About this exercise
In the records below, the line with "expect(response.status).toBe(403);" opens the range and the line with "400 listing every" closes it; print that range exactly and nothing else.

Excerpted data
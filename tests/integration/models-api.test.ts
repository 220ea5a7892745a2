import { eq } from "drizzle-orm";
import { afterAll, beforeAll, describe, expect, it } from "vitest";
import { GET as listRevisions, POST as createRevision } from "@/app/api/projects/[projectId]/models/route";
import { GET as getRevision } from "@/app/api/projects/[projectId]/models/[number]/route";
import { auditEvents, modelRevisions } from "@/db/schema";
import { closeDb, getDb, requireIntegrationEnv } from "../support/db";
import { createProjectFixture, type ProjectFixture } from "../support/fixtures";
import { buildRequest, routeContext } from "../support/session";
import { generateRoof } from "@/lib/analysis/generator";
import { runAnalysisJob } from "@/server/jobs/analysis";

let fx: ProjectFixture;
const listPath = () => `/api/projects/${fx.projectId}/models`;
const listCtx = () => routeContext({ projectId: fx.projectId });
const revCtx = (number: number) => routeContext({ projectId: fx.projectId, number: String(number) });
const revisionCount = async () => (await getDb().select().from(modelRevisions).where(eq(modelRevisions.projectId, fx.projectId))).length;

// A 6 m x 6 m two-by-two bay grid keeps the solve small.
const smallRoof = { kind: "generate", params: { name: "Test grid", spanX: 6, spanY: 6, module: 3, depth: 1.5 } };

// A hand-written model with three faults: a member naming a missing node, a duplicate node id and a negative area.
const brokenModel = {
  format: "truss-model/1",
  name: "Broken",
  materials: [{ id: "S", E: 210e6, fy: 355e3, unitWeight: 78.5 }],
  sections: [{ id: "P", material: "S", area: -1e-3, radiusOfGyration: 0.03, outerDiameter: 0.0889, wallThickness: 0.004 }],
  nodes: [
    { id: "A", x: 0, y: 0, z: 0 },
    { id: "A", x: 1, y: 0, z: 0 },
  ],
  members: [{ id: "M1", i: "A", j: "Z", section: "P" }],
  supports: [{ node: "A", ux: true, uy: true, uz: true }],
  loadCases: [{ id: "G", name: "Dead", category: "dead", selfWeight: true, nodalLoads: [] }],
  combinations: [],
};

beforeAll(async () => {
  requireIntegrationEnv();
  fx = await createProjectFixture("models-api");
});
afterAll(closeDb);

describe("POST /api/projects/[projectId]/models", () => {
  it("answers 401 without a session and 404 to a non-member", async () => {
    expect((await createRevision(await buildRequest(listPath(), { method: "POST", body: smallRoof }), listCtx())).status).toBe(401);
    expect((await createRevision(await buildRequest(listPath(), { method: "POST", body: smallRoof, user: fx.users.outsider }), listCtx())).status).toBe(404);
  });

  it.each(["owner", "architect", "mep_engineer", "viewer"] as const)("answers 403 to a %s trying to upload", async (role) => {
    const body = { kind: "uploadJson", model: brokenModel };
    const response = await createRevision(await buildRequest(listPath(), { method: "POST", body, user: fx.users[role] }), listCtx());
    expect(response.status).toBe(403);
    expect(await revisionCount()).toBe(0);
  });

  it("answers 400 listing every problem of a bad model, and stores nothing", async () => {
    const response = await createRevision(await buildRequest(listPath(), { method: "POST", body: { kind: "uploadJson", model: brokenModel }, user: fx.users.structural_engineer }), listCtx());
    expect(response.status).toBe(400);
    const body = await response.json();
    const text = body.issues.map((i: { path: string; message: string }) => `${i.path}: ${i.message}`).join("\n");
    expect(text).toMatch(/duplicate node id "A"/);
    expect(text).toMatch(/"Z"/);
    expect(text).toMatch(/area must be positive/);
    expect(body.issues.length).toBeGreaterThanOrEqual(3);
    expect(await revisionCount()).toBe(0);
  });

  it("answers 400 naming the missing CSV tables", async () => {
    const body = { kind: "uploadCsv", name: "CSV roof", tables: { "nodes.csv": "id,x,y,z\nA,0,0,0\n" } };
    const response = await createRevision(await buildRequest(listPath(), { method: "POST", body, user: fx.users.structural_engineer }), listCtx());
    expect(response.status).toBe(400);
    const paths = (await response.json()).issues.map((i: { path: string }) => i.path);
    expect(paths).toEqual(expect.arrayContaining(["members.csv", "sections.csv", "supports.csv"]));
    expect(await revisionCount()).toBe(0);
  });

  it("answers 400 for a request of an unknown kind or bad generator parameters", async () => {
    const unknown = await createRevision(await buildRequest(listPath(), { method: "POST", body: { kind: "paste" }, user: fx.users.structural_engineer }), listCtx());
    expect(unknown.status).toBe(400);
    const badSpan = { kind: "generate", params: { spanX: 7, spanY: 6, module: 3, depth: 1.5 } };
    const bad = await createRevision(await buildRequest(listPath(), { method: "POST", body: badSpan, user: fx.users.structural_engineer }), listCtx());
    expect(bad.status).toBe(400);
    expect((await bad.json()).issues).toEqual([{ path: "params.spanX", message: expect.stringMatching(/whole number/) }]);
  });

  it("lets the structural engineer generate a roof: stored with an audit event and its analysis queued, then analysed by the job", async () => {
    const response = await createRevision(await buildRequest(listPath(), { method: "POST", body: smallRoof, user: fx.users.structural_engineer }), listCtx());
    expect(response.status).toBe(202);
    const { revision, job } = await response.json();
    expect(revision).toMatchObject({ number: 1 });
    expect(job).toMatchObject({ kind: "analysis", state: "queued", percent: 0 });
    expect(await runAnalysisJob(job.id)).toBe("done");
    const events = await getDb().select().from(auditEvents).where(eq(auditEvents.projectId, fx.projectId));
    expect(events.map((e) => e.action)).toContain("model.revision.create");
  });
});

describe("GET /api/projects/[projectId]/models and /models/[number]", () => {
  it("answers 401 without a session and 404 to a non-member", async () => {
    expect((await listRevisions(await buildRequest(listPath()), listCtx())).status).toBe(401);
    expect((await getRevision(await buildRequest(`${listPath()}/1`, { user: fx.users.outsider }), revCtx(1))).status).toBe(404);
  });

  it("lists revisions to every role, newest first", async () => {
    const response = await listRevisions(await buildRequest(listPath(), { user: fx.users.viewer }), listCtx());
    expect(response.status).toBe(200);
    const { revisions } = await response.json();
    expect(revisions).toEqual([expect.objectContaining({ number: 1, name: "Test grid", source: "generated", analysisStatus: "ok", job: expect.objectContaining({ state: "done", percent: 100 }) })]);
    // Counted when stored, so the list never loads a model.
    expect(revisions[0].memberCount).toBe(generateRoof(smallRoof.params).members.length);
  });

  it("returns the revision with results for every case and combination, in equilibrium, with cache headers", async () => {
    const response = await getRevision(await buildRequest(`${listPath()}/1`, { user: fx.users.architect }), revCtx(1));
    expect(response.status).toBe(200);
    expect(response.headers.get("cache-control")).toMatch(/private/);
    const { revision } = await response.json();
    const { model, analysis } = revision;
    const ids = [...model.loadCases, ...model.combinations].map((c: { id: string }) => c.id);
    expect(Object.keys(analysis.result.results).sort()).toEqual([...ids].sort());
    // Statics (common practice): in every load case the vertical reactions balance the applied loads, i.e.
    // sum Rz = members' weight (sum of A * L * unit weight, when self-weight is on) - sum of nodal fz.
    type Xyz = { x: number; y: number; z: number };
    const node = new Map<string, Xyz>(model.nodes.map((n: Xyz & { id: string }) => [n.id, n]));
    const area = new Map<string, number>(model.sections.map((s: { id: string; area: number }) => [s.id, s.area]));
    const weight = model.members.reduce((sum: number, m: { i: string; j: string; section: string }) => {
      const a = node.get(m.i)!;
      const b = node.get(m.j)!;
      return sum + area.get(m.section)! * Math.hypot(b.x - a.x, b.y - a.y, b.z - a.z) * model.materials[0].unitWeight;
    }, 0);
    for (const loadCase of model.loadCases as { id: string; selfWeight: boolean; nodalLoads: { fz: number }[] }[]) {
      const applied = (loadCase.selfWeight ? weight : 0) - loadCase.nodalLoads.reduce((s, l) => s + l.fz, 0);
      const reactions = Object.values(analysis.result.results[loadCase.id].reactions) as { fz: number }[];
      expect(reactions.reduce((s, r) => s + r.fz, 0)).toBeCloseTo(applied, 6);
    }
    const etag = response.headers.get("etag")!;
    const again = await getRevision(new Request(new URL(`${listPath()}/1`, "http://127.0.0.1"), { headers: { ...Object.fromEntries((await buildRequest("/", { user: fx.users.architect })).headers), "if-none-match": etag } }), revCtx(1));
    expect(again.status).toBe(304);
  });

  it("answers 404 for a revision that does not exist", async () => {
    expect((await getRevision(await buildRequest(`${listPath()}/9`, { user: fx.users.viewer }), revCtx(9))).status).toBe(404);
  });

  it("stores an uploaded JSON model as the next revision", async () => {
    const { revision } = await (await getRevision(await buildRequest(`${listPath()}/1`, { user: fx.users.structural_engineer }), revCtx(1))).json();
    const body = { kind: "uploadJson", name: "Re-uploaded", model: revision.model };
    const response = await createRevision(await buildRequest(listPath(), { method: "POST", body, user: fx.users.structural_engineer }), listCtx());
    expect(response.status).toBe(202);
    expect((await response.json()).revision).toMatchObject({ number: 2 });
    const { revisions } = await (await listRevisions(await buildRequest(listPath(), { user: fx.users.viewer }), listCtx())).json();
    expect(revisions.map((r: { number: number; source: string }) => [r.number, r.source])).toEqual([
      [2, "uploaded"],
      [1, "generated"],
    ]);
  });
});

Response area
    expect(response.status).toBe(403);
    expect(await revisionCount()).toBe(0);
  });

  it("answers 400 listing every problem of a bad model, and stores nothing", async () => {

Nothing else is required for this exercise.